While touching on the raw emotional nerves, the Butterfly story, supposedly taking place in late 19th century, is simplistic in its portrayal of the title character. Cio-Cio San, though a teenager, is a geisha who should be familiar with the worldly affairs. The tenacity with which she breaks with her roots and plunges into what she believes is true love is tinged with a psychosis. You may say people so deeply mired in love can be delusional, but it's not just an Asian thing. Sometimes, love does not triumph over such mundane things as culinary habits or the difference of using a toothpaste — with the woman neatly squeezing from the lower tip and the man doing it haphazardly.
If a man, from whichever country, goes around in search of "Butterflies" to be rescued, believing poverty induces obedience, he is in for a shock. Women from disenfranchised places or social status may have the vulnerable facade, but their tough life has given them strength often belied by their appearance. Cui's depiction of them as "control freaks", though hyperbolic, is not completely groundless.
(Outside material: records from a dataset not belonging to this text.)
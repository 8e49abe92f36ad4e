import { afterAll, beforeAll, describe, expect, it } from 'vitest';
import { createTestContext, type TestContext } from './support/test-app';
import { listRoutes } from './support/list-routes';

let ctx: TestContext;
beforeAll(async () => {
  ctx = await createTestContext();
});
afterAll(async () => ctx?.close());

const areas = /^\/api\/(settings|products|work-centers|materials|demand|home)(\/|$)/;

describe('master data and demand: who may do what (read from the Express router)', () => {
  it('when the routes are listed, then reads are for admin, planner and supervisor, writes for planners, settings for admin and planner, and home and settings reads for everyone', () => {
    const routes = listRoutes(ctx.app).filter((r) => areas.test(r.path));
    const table = Object.fromEntries(routes.map((r) => [`${r.method.toUpperCase()} ${r.path}`, [...(r.guard?.roles ?? [])].sort().join(',')]));
    const readers = 'admin,planner,supervisor';
    const everyone = 'admin,floor_lead,planner,supervisor';
    expect(table).toEqual({
      'GET /api/settings': everyone,
      'PUT /api/settings': 'admin,planner',
      'GET /api/products': readers,
      'GET /api/products/:id': readers,
      'POST /api/products': 'planner',
      'PATCH /api/products/:id': 'planner',
      'DELETE /api/products/:id': 'planner',
      'PUT /api/products/:id/bom': 'planner',
      'PUT /api/products/:id/routing': 'planner',
      'GET /api/work-centers': readers,
      'GET /api/work-centers/:id': readers,
      'POST /api/work-centers': 'planner',
      'PATCH /api/work-centers/:id': 'planner',
      'DELETE /api/work-centers/:id': 'planner',
      'PUT /api/work-centers/:id/calendar': 'planner',
      'GET /api/materials': readers,
      'GET /api/materials/:id': readers,
      'POST /api/materials': 'planner',
      'PATCH /api/materials/:id': 'planner',
      'DELETE /api/materials/:id': 'planner',
      'PUT /api/materials/:id/receipts': 'planner',
      'GET /api/demand': readers,
      'PUT /api/demand': 'planner',
      'GET /api/home': everyone,
    });
  });

  it('when a signed-out request reaches a master-data route, then 401', async () => {
    const res = await ctx.anonymous().get('/api/products');
    expect(res.status).toBe(401);
    expect(res.body.error.code).toBe('unauthenticated');
  });
});
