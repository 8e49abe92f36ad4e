import type { RequestHandler } from 'express';
import { AppError } from '../http/app-error';

const safeMethods = new Set(['GET', 'HEAD', 'OPTIONS']);

function originOf(value: string | undefined): string | null {
  if (!value || value === 'null') return null;
  try {
    return new URL(value).origin;
  } catch {
    return null;
  }
}

/**
 * CSRF check: every state-changing request must carry an Origin (or, failing that, a Referer)
 * whose origin is PUBLIC_URL's or the request's own host. Otherwise 403 `origin_mismatch`.
 */
export function checkOrigin(publicUrl: string): RequestHandler {
  const publicOrigin = new URL(publicUrl).origin;
  return (req, _res, next) => {
    if (safeMethods.has(req.method)) return next();
    const sent = originOf(req.get('origin')) ?? originOf(req.get('referer'));
    const ownOrigin = originOf(`${req.protocol}://${req.get('host') ?? ''}`);
    if (sent !== null && (sent === publicOrigin || sent === ownOrigin)) return next();
    next(
      new AppError(
        403,
        'origin_mismatch',
        sent === null
          ? 'This request carries no Origin or Referer header, so it was refused (cross-site request protection).'
          : `Requests from ${sent} are not accepted (cross-site request protection).`,
      ),
    );
  };
}
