def test_undercut_profile_is_rejected():
    # K1 = 0.95 with 12 pins: rho_min = 3.67 mm, an 8 mm pin (r_r = 4 mm) undercuts
    t = part_table(eccentricity_m=0.95 * 0.032 / 12, pin_diameter_m=0.008)
    with pytest.raises(InputError, match="undercut") as info:
        c.cycloid_from_table(t, "hip.toml")
    assert info.value.key == "cycloid.pin_diameter_m"


def test_stated_ratio_must_match():
    t = part_table()
    t["ratio"] = 10.0
    with pytest.raises(InputError) as info:
        c.cycloid_from_table(t, "hip.toml")
    assert info.value.key == "ratio"


def test_profile_exports(tmp_path):
    stage = c.cycloid_from_table(copy.deepcopy(part_table()), "hip.toml")
    csv = c.write_profile_csv(stage, tmp_path / "disc.csv", points=360)
    rows = [line for line in csv.read_text().splitlines() if not line.startswith("#")]
    assert rows[0] == "x_m,y_m"
    xy = np.array([[float(v) for v in r.split(",")] for r in rows[1:]])
    assert xy.shape == (361, 2) and np.allclose(xy[0], xy[-1])
    svg = c.write_profile_svg(stage, tmp_path / "disc.svg", points=360).read_text()
    assert svg.startswith("<svg") and svg.count("<circle") == 12 + 6 + 1
    # same inputs, same bytes
    again = c.write_profile_svg(stage, tmp_path / "disc2.svg", points=360).read_text()
    assert again == svg


def test_disc_mass_from_profile_area():
    # shoelace area of a fine polygon of a circle -> pi r^2
    t = np.linspace(0, 2 * np.pi, 20000, endpoint=False)
    assert g.polygon_area_m2(np.stack([np.cos(t), np.sin(t)], -1)) == pytest.approx(math.pi,
                                                                                     rel=1e-7)
    stage = c.cycloid_from_table(part_table(), "hip.toml")
    assert 0.005 < stage.disc_mass_kg < 0.05


def test_check_reports_forces_under_the_spectrum_peak():
    # the spectrum's peak torque drives the reported forces; closed form (Malhotra &
    # Parameswaran 1983) and discrete pin sum agree within the discreteness of 12 pins
    from sim.checks.reducer import CheckSettings, JointDuty, check_reducer
    from sim.loads.spectra import JointSpectrum
    stage = c.cycloid_from_table(part_table(), "hip.toml")
    spec = JointSpectrum("fl_hip", np.array([9.0, 11.0]), np.array([-10.0, 10.0]),
                         np.array([[3600.0]]), np.array([[3600 * 2.0 / (2 * np.pi)]]), 3600.0,
                         10.0)
    sec = check_reducer(stage, JointDuty(spec), CheckSettings())
    v = sec.values
    assert v["peak_disc_torque_nm"] == pytest.approx(0.55 * 10.0)  # two discs, common practice
    assert v["peak_pin_force_n"] == pytest.approx(v["peak_pin_force_closed_form_n"], rel=0.05)
    # and exactly the largest hand pin force over the check's 720 crank angles of a turn
    # (geometry from first principles in _hand_ring_pin_pressures below)
    hand = max(f for t in np.linspace(0, 2 * np.pi, 720, endpoint=False)
               for f, _, _ in _hand_ring_pin_pressures(stage, 5.5, t))
    assert v["peak_pin_force_n"] == pytest.approx(hand, rel=1e-9)
    assert v["peak_output_pin_force_n"] == pytest.approx(5.5 / (1.5 * 0.016), rel=1e-9)
    assert v["peak_input_torque_per_disc_nm"] == pytest.approx(5.5 / 11)
    w_in = 10.0 * 11  # largest speed-bin edge times the ratio
    assert v["imbalance_force_n"] == pytest.approx(stage.disc_mass_kg * 0.0012 * w_in**2)
    assert v["two_disc_couple_nm"] == pytest.approx(v["imbalance_force_n"] * 0.008)
    names = [lim.name for lim in sec.limits]
    assert names == ["eccentric bearing L10", "eccentric bearing static (ISO 76)",
                     "ring pin / lobe contact (Hertz)", "output pin / hole contact (Hertz)"]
Of course, like all stereotypes, those surrounding mixed matrimonies may have sprung from some true stories, but grew incurably simplistic, shorn of the complexities of human interaction. Even two people with identical backgrounds and personality may run into conflict when they live together as a couple for a sustained period of time. In a day and age when interracial or transnational marriages no longer make headlines, whatever virtue or vice exhibited by one person is not automatically assigned to so-called "national traits".
To borrow from Leo Tolstoy, whose three lead characters in Anna Karenina do not transcend national or social limits, happy families are all alike, and every unhappy family is unhappy in its own way. When soy sauce or tomato sauce is the cause of a family's downfall, it bespeaks a much deeper rift that may not be repaired with gastronomy.